By Sam P.K. Collins
Teacher Jewel Cauley has made it her business to ensure that her students can properly recognize and pronounce unfamiliar words they encounter while reading.
For several months, Cauley sat with her second graders on a colorful carpet at the front of her spacious classroom at Stanton Elementary School in Southeast, where they would break down multisyllabic words, decipher the sounds made by various letter combinations, and discuss the similarities and differences in vowel and consonant sounds.
A sound-to-print wall, chock full of visuals that show the unique movement of lips and tongues for certain sounds, is an additional resource for boosting students’ reading fluency.

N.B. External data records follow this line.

"""The launcher: a small stdlib-only process that starts, watches and measures runs.

The harness starts this module as a separate Python process (``python -I -S
launcher.py RFD WFD``) and talks to it over a pair of pipes with length-prefixed
``marshal`` frames (4-byte big-endian length, then the marshalled dict of
plain values). It must stay
importable without the benchharness package and without anything but the
standard library, and it imports as little as it can (``marshal`` rather than
``pickle``, no ``datetime``): it is deliberately tiny, because on Linux a child's
``ru_maxrss`` includes the peak resident size of the address space it was
spawned from (the kernel folds the old mm's high-water mark into the signal
struct at exec). A child spawned by this ~10 MiB process therefore reports its
own peak, not the hundreds of megabytes a harness with pandas loaded may hold.

Per run the launcher:

* makes nothing but the child: no shell unless the request carries a shell
  command, stdin from ``/dev/null``, stdout and stderr into pipes read
  concurrently into bounded tail buffers (``capture_bytes`` each);
* spawns with ``os.posix_spawn`` in a new process group, or with fork+exec when
  child-side setup is asked for (CPU affinity, niceness, ASLR off via
  ``personality(ADDR_NO_RANDOMIZE)``);
* times the run with ``time.perf_counter_ns`` immediately around spawn and the
  moment the child's pidfd reports its exit (a blocking ``poll``, not a polling
  loop), then reaps it with ``os.wait4`` for its resource usage;
* on timeout kills the run's whole tree: its process group and every descendant
  that left it (``setsid``); the launcher is a child subreaper
  (``prctl(PR_SET_CHILD_SUBREAPER)``) so such escapees stay below it and are
  found through ``/proc/<pid>/task/<tid>/children``. SIGTERM first, SIGKILL after
  a short grace;
* reaps orphans that were re-parented to it and adds their resource usage to
  the run that produced them.

If the harness goes away (its end of the request pipe closes) during a run, the
launcher kills that run's tree and exits.
"""

import marshal
import os
import select
import sys

import _signal as signal  # the C module: `signal` would pull in enum and functools
import time

HEADER_SIZE = 4
PR_SET_CHILD_SUBREAPER = 36
ADDR_NO_RANDOMIZE = 0x0040000
PERSONALITY_QUERY = 0xFFFFFFFF
READ_CHUNK = 1 << 16


# ---------------------------------------------------------------- framing

def send(fd, obj):
    """Write one frame (length + marshal) to ``fd``; raises OSError if the peer is gone."""
    data = marshal.dumps(obj)
    view = memoryview(len(data).to_bytes(HEADER_SIZE, "big") + data)
    while view:
        n = os.write(fd, view)
        view = view[n:]


class FrameReader:
    """Buffered frame reader: one ``read`` usually brings a whole frame."""

    def __init__(self, fd):
        self.fd = fd
        self.buf = bytearray()

    def read(self):
        """The next frame's value; None at end of file."""
        buf = self.buf
        while len(buf) < HEADER_SIZE:
            chunk = os.read(self.fd, 1 << 16)
            if not chunk:
                return None
            buf += chunk
        end = HEADER_SIZE + int.from_bytes(buf[:HEADER_SIZE], "big")
        while len(buf) < end:
            chunk = os.read(self.fd, max(1 << 16, end - len(buf)))
            if not chunk:
                return None
            buf += chunk
        body = bytes(buf[HEADER_SIZE:end])
        del buf[:end]
        return marshal.loads(body)


_SECOND = [None, ""]  # the last whole second formatted, and its text up to the dot


def utc_now_iso():
    """Current UTC time, ISO 8601 with microseconds (``2026-01-31T23:59:59.123456+00:00``).

    The date and time up to the second are formatted once per second (a run
    of a short command otherwise spends longer here than in a system call).
    """
    ns = time.time_ns()
    sec = ns // 1_000_000_000
    if sec != _SECOND[0]:
        t = time.gmtime(sec)
        _SECOND[1] = (f"{t.tm_year:04d}-{t.tm_mon:02d}-{t.tm_mday:02d}T{t.tm_hour:02d}:"
                      f"{t.tm_min:02d}:{t.tm_sec:02d}.")
        _SECOND[0] = sec
    return f"{_SECOND[1]}{(ns // 1000) % 1_000_000:06d}+00:00"


# ---------------------------------------------------------------- helpers

def _libc():
    try:
        import ctypes
        return ctypes.CDLL(None, use_errno=True), ctypes
    except Exception:  # pragma: no cover - ctypes missing on an odd build
        return None, None


def _resolve(cmd, env, cwd):
    """Find the executable for ``cmd`` using the child's PATH; (path, error)."""
    if "/" in cmd:
        path = cmd if os.path.isabs(cmd) else os.path.join(cwd, cmd)
        if not os.path.exists(path):
            return None, f"cannot start {cmd!r}: no such file"
        if os.path.isdir(path):
            return None, f"cannot start {cmd!r}: it is a directory"
        if not os.access(path, os.X_OK):
            return None, f"cannot start {cmd!r}: not executable (permission denied)"
        return path, None
    search = env.get("PATH", os.defpath)
    for d in search.split(os.pathsep):
        d = d or "."
        cand = os.path.join(d if os.path.isabs(d) else os.path.join(cwd, d), cmd)
        if os.path.isfile(cand) and os.access(cand, os.X_OK):
            return cand, None
    return None, f"cannot start {cmd!r}: command not found in the run's PATH"


_SIGNAMES = {getattr(signal, n): n for n in dir(signal)
             if n.startswith("SIG") and not n.startswith("SIG_") and isinstance(getattr(signal, n), int)}


def _signame(num):
    return _SIGNAMES.get(num, f"signal {num}")


def _tail_text(data, limit=300):
    """The last few lines of ``data`` as one short line (for messages)."""
    text = data.decode("utf-8", "replace").strip()
    if not text:
        return ""
    lines = [ln.strip() for ln in text.splitlines() if ln.strip()]
    out = " | ".join(lines[-5:])
    if len(out) > limit:
        out = "..." + out[-(limit - 3):]
    return out


def _is_zombie(pid):
    try:
        with open(f"/proc/{pid}/stat", "rb") as f:
            stat = f.read()
    except OSError:
        return True
    # state follows the parenthesised command name, which may contain ") ".
    return stat[stat.rfind(b")") + 2:stat.rfind(b")") + 3] in (b"Z", b"X")
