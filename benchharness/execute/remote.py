"""The worker side of cluster runs: what a Dask worker executes for one run.

Each worker process keeps one `LocalExecutor` (its own small launcher, so peak
memory figures are the run's, not the worker's), a cache of the build steps it
has already run (once per host and rendered form), and a counter giving each
run's position on that host. Functions here are sent to workers by reference,
so benchharness must be importable on every worker (same version as the
coordinator).
"""

from __future__ import annotations

import os
import socket
import threading

_STATE: dict = {}
_LOCK = threading.Lock()


def _state() -> dict:
    with _LOCK:
        if "executor" not in _STATE:
            from benchharness.execute.local import LocalExecutor

            _STATE["executor"] = LocalExecutor()
            _STATE["builds"] = {}
            _STATE["position"] = 0
        return _STATE


def _worker_name(dask_worker=None) -> tuple[str, str]:
    if dask_worker is not None:
        return str(dask_worker.name), str(dask_worker.address)
    try:
        from distributed import get_worker

        w = get_worker()
        return str(w.name), str(w.address)
    except (ImportError, ValueError):
        return socket.gethostname(), ""


def host_facts() -> dict:
    """Machine facts of the host this worker runs on (for host.json)."""
    from benchharness.measure.host import collect_facts

    facts = collect_facts()
    facts["worker_pid"] = os.getpid()
    return facts


def identity(dask_worker=None) -> dict:
    """Who runs here; `Client.run` passes ``dask_worker`` to functions that take it."""
    name, addr = _worker_name(dask_worker)
    return {"hostname": socket.gethostname(), "worker": name, "address": addr,
            "pid": os.getpid()}


def _spec(part: dict, timeout_s, run_id=None, levels=None):
    from benchharness.execute.base import RunSpec

    if part.get("clean_env"):
        from benchharness.execute.envs import clean_environment

        env = clean_environment(os.environ)
    else:
        env = dict(os.environ)
    env.update(part.get("env") or {})
    if part.get("pad_bytes") is not None:
        from benchharness.execute.envs import PAD_VARIABLE

        env[PAD_VARIABLE] = "x" * int(part["pad_bytes"])
    return RunSpec(argv=tuple(part["argv"]) if part.get("argv") else None,
                   shell_command=part.get("shell"), env=env, cwd=part.get("cwd"),
                   timeout_s=timeout_s, run_id=run_id, levels=levels or {},
                   cpus=tuple(part["cpus"]) if part.get("cpus") else None,
                   nice=part.get("nice"), no_aslr=bool(part.get("no_aslr")),
                   capture_bytes=int(part.get("capture_bytes") or 64 * 1024))


def execute_run(payload: dict) -> dict:
    """Run one planned run (with its build, reset and teardown) on this worker.

    ``payload``: ``run``, ``warmup``, ``levels``, ``timeout_s``, ``command``,
    ``build``, ``reset``, ``teardown`` (each ``{argv|shell, env, cwd}`` or None).
    Returns the measurement as a plain dict plus ``host``/``worker`` facts and
    ``host_position`` (0-based order of runs on this worker).
    """
    from dataclasses import asdict

    st = _state()
    ex = st["executor"]
    out: dict = {"status": None, "message": "", "measurement": None}
    timeout_s = payload.get("timeout_s")
    levels = payload.get("levels") or {}
    build = payload.get("build")
    if build is not None:
        # the rendered form includes the environment: `env: {CFLAGS: "-O{opt}"}` with a
        # plain `build: make` is one build per level of opt
        key = (tuple(build.get("argv") or ()), build.get("shell"), build.get("cwd"),
               tuple(sorted((build.get("env") or {}).items())))
        if key not in st["builds"]:
            bm = ex.execute(_spec(build, None, levels=levels))
            ok = bm.status == "ok"
            msg = "" if ok else "build failed: " + (bm.message or f"exit code {bm.exit_code}")
            st["builds"][key] = (ok, msg)
        ok, msg = st["builds"][key]
        if not ok:
            out.update(status="failed", message=msg)
    if out["status"] is None and payload.get("reset") is not None and not payload.get("warmup"):
        rm = ex.execute(_spec(payload["reset"], timeout_s, levels=levels))
        if rm.status != "ok":
            out.update(status="failed",
                       message="reset failed: " + (rm.message or f"exit code {rm.exit_code}"))
    if out["status"] is None:
        from benchharness.measure.host import sample_run_conditions

        cmd = payload["command"]
        out["conditions"] = sample_run_conditions(tuple(cmd["cpus"]) if cmd.get("cpus")
                                                  else None)
        m = ex.execute(_spec(cmd, timeout_s, run_id=payload["run"], levels=levels))
        out["measurement"] = asdict(m)  # output tails included: metrics and expect need them
        out["status"] = m.status
        out["message"] = m.message
        if payload.get("teardown") is not None:
            tm = ex.execute(_spec(payload["teardown"], timeout_s, levels=levels))
            if tm.status != "ok":
                out["message"] = (out["message"] + "; " if out["message"] else "") + \
                    "teardown failed: " + (tm.message or f"exit code {tm.exit_code}")
    with _LOCK:
        out["host_position"] = st["position"]
        st["position"] += 1
    out.update(identity())
    return out
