def speedup_depends(d: dict, name: str, top_level: str, smallest: str) -> dict | None:
    """The partner whose significant two-factor interaction with ``name`` (Holm-adjusted p
    of the ANOVA term below α) makes the speed-up of ``name=top_level`` over
    ``name=smallest`` differ between its levels, with that speed-up at each of them.

    The speed-ups are the interaction's own simple effects (`analysis.comparisons`,
    inverted for a time), with their adjusted intervals, so that the scaling finding and
    the interaction state one interval for one quantity. None when there is no such
    interaction, or when the speed-ups at its levels do not differ materially
    (`_differ_materially`); ``per_level`` is empty when the simple effects were not
    computed.
    """
    best = _interacting_partner(d, name)
    if best is None:
        return None
    partner, term, p = best
    per = _speedups_within(d, name, partner, top_level, smallest)
    if per and not _differ_materially(per):
        return None     # the interaction lies elsewhere: this speed-up holds at every level
    return {"factor": partner, "term": term, "p": p, "per_level": per}


def _interacting_partner(d: dict, name: str):
    """(partner, term, Holm-adjusted p) of the strongest significant two-factor
    interaction of ``name`` in the ANOVA (not a fraction's alias chain), or None."""
    alpha = float(d.get("alpha") or 0.05)
    best = None
    for r in d.get("anova") or []:
        parts = str(r.get("term") or "").split(":")
        p = r.get("p_holm", r.get("p"))
        if (len(parts) != 2 or name not in parts or r.get("chain") or p is None
                or p >= alpha):
            continue
        if best is None or p < best[2]:
            best = (parts[1] if parts[0] == name else parts[0], r["term"], p)
    return best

For Cauley, a Southeast native and alumna of Anacostia High School, this endeavor became even more critical upon realizing, during recent professional development sessions, that her students spoke with a distinct hometown dialect that made it difficult to recognize words as they’re traditionally pronounced.
That’s why Cauley’s instruction, as she describes it, strikes a balance between embracing the uniqueness of the D.C. dialect and incorporating the “Science of Reading” research disseminated during reading clinics hosted by D.C. Public Schools (DCPS) Office of Teaching and Learning.
“When I went in depth with reading and phonetic awareness, I realized that I have to study what it takes to know different sounds,” Cauley said.
“It just inspired me to bring the research to the classroom, telling students the correct way to say things,” she added. “The sound-to-print wall helped us with our word formation. During my D.C. reading clinic class, I looked at the pictures and sounds.”